Pour les cancers de grade 1 ou 2 avec envahissement myométrial 50% et pour les cancers de grade 3, on réalise en plus un curage ganglionnaire pelvien et lomboaortique complet. Savoir si l'étendue de curage lombo-aortique doit atteindre l'artère mésentérique inférieure versus les vaisseaux rénaux reste débattu.

Les cancers de stade II ou III requièrent une radiothérapie pelvienne avec ou sans chimiothérapie. Le traitement des cancers de stade III doit être discuté au cas par cas, mais la chirurgie reste une éventualité; en général, les patientes qui sont opérées et traitées par radiothérapie ont un meilleur pronostic. Une hystérectomie totale par voie haute avec salpingo-ovariectomie bilatérale doit être réalisée, sauf en cas d'envahissement paramétrial étendu.

Le traitement des cancers de stade IV est variable et dépend de la patiente, mais consiste habituellement en l'association de la chirurgie, de la radiothérapie et de la chimiothérapie. L'hormonothérapie doit également être envisagée dans certains cas.

L’hormonothérapie par progestatifs entraîne une régression tumorale pouvant durer jusqu’à 3 ans chez 20 à 25% des patientes. Les métastases pulmonaires, vaginales et médiastinales peuvent régresser. Le traitement doit être poursuivi aussi longtemps que la réponse est favorable.

Plusieurs médicaments cytotoxiques (notamment la carboplatine plus paclitaxel) sont efficaces. Ils sont principalement administrés chez la femme qui présente un cancer métastatique ou en récidive. Une autre option est doxorubicine 60 mg/m2 plus cisplatine 60 mg/m2 IV, le taux de réponse global peut être 50%.

Le traitement de l'hyperplasie endométriale consiste en la prise de progestatifs ou en une intervention chirurgicale (p. ex., dilatation & curetage), selon la complexité de la lésion et le désir de la patiente d'éviter l'hystérectomie. Si les jeunes patientes qui présentent une tumeur de grade 1 et aucune invasion myométriale (documentée par IRM) souhaitent préserver leur fertilité, un progestatif seul représente une option. Environ 46 à 80% des patientes ont une réponse complète dans les 3 mois en moyenne. Après 3 mois, les patientes doivent être évaluées par dilatation & curetage plutôt que par biopsie endométriale.

Points clés

  • Le cancer de l'endomètre est l'un des cancers les plus fréquents chez la femme et, suivant la prévalence du syndrome métabolique qui augmente, il peut devenir plus fréquent.

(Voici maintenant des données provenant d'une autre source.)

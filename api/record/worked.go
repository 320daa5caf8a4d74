package record

import (
	"fmt"
	"strings"

	"leat/api/wire"
	"leat/compute"
)

// A step is one equation with the numbers of a state in it, in SI. It is for following by hand: the result is the answer's, and nothing is computed here.
type step struct{ Name, Symbol, Equation, Numbers, Result, Unit string }

// worked is one state of the answer with its steps.
type worked struct {
	Title string
	Steps []step
}

// mostWorked bounds how many states are worked through; the tables hold all of them.
const mostWorked = 12

// A setting is what the steps of a state need beside the state.
type setting struct {
	request   node
	place     node // where roughness and slope stand: the request, or a reach
	alpha     string
	beta      string
	gravity   string
	system    wire.System
	barrels   string
	profile   bool
	discharge string
}

// workThrough works through the states of an answer, which is told in SI.
func workThrough(answer, request node, system wire.System, kind wire.Answer) (out []worked, all int) {
	s := setting{request: request, place: request, alpha: "1", beta: "1", gravity: shown(compute.StandardGravity), system: system, barrels: "1"}
	_, s.profile = kind.(*wire.ProfileAnswer)
	s.gravity = s.orSI(request, "gravity", s.gravity)
	if zoned(request) {
		s.alpha, s.beta = "", ""
	}
	s.alpha = s.orSI(request, "energy_coefficient", s.alpha)
	s.beta = s.orSI(request, "momentum_coefficient", s.beta)
	s.discharge = s.orSI(request, "discharge", "")
	var walk func(n node, title string, s setting)
	walk = func(n node, title string, s setting) {
		switch v := n.value.(type) {
		case members:
			if own, ok := n.number("discharge"); ok {
				s.discharge = shown(own)
			}
			if _, isState := n.number("hydraulic_radius"); isState {
				if all++; len(out) < mostWorked {
					out = append(out, s.state(n, title))
				}
				return
			}
			for _, m := range v {
				name := title
				if m.key != "states" && m.key != "stations" {
					name = strings.TrimPrefix(title+", "+words(m.key), ", ")
				}
				if m.key != "capacity" {
					walk(m, name, s)
				}
			}
		case items:
			for i := range v {
				walk(v[i], strings.TrimSpace(fmt.Sprintf("%s no. %d", title, i+1)), s)
			}
		}
	}
	walk(answer, "", s)
	return out, all
}

// orSI returns a number that an object gives, in SI and as it is shown, or another text.
func (s *setting) orSI(of node, member, other string) string {
	v, given := of.number(member)
	if !given {
		return other
	}
	q, known := quantityOf(member, -1)
	if known {
		v = s.system.ToSI(q, v)
	}
	return shown(v)
}

// placeOf returns where a station's roughness and slope stand.
func (s *setting) placeOf(state node) node {
	reach, ok := state.get("reach")
	if !ok {
		return s.request
	}
	list, _ := s.request.get("reaches")
	all, _ := list.value.(items)
	for i, r := range all {
		id, named := r.get("id")
		if named && id.text() == reach.text() || !named && fmt.Sprint(i) == reach.text() {
			return r
		}
	}
	return node{}
}

func (s setting) state(n node, title string) worked {
	s.place = s.placeOf(n)
	s.barrels = s.orSI(s.place, "barrels", "1")
	value := func(name string) string {
		v, ok := n.number(name)
		if !ok {
			return ""
		}
		return shown(v)
	}
	depth := value("depth")
	title += ": depth " + depth + " m"
	if chainage := value("chainage"); chainage != "" {
		title += " at chainage " + chainage + " m"
	}
	if s.discharge != "" {
		title += ", discharge " + s.discharge + " m³/s"
	}
	w := worked{Title: strings.TrimPrefix(title, ": ")}
	add := func(member, symbol, equation, format string, terms ...string) {
		result := value(member)
		if result == "" {
			return
		}
		numbers := ""
		values := make([]any, len(terms))
		for i, t := range terms {
			values[i] = t
			if t == "" {
				format = "" // a term that the answer does not tell
			}
		}
		if format != "" {
			numbers = fmt.Sprintf(format, values...)
		}
		w.Steps = append(w.Steps, step{words(member), symbol, equation, numbers, result, unit(wire.SI, member, -1)})
	}
	area, radius, top := value("area"), value("hydraulic_radius"), value("top_width")
	add("area", "A", "geometry of the section at this depth", "")
	add("wetted_perimeter", "P", "geometry of the section at this depth", "")
	add("top_width", "T", "geometry of the section at this depth", "")
	add("centroid_depth", "z", "depth of the centroid of A below the surface", "")
	add("hydraulic_radius", "R", "A / P", "%s / %s", area, value("wetted_perimeter"))
	add("hydraulic_depth", "D", "A / T", "%s / %s", area, top)
	s.conveyance(add, area, radius)
	slope := s.orSI(s.place, "bed_slope", "")
	add("uniform_discharge", "Qu", "N K √S0, N barrels", "%s × %s × √%s", s.barrels, value("conveyance"), slope)
	add("velocity", "V", "Q / (N A), N barrels", "%s / (%s × %s)", s.discharge, s.barrels, area)
	velocity := value("velocity")
	add("velocity_head", "h", "α V² / (2 g)", "%s × %s² / (2 × %s)", s.alpha, velocity, s.gravity)
	cosine := "√(1 − " + slope + "²)"
	if slope == "" {
		cosine = ""
		if _, sloped := s.place.get("section"); sloped {
			cosine = "1"
		}
	}
	if zoned(s.request) {
		add("froude_number", "F", "from dE/dy = cos θ (1 − F²), with α at every depth", "")
	} else {
		add("froude_number", "F", "√(α V² T / (g A cos θ)), cos θ = √(1 − S0²)", "√(%s × %s² × %s / (%s × %s × %s))", s.alpha, velocity, top, s.gravity, area, cosine)
	}
	add("specific_energy", "E", "y cos θ + α V² / (2 g)", "%s × %s + %s", depth, cosine, value("velocity_head"))
	add("specific_force", "M", "β V² A / g + cos θ A z", "%s × %s² × %s / %s + %s × %s × %s", s.beta, velocity, area, s.gravity, cosine, area, value("centroid_depth"))
	add("friction_slope", "Sf", "(Q / (N K))²", "(%s / (%s × %s))²", s.discharge, s.barrels, value("conveyance"))
	add("bed_shear_stress", "τ", "ρ g R Sf", "%s × %s × %s × %s", shown(compute.WaterDensity), s.gravity, radius, value("friction_slope"))
	add("stream_power", "ω", "τ V", "%s × %s", value("bed_shear_stress"), velocity)
	add("water_level", "", "bed level + y cos θ", "%s + %s × %s", value("bed_level"), depth, cosine)
	add("energy_level", "", "bed level + E", "%s + %s", value("bed_level"), value("specific_energy"))
	return w
}

// conveyance adds the step of the friction law in force.
func (s *setting) conveyance(add func(member, symbol, equation, format string, terms ...string), area, radius string) {
	rough, _ := s.place.get("roughness")
	for _, law := range []struct{ member, equation, format string }{
		{"manning", "A R^(2/3) / n", "%[2]s × %[3]s^(2/3) / %[1]s"},
		{"strickler", "k A R^(2/3)", "%[1]s × %[2]s × %[3]s^(2/3)"},
		{"chezy", "C A √R", "%[1]s × %[2]s × √%[3]s"},
	} {
		if coefficient := s.orSI(rough, law.member, ""); coefficient != "" {
			add("conveyance", "K", law.equation, law.format, coefficient, area, radius)
			return
		}
	}
	add("conveyance", "K", "by the friction law under Method, at this depth", "")
}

  • Le pronostic est meilleur dans le cas des tumeurs de type I, qui tendent à être diagnostiquées chez des femmes plus jeunes ou en périménopause, à être répondeuses aux œstrogènes, et à avoir des caractéristiques histologiques plus bénignes.

  • Recommander le prélèvement de l'endomètre chez la femme qui a des saignements anormaux, en particulier celle de > 40 ans.

  • Classer le cancer de l'endomètre par stade chirurgicalement par laparotomie, ou par un système chirurgical robotisé.

  • Le traitement repose généralement sur l'hystérectomie totale avec salpingo-ovariectomie bilatérale, parfois avec curage ganglionnaire, radiothérapie et/ou chimiothérapie.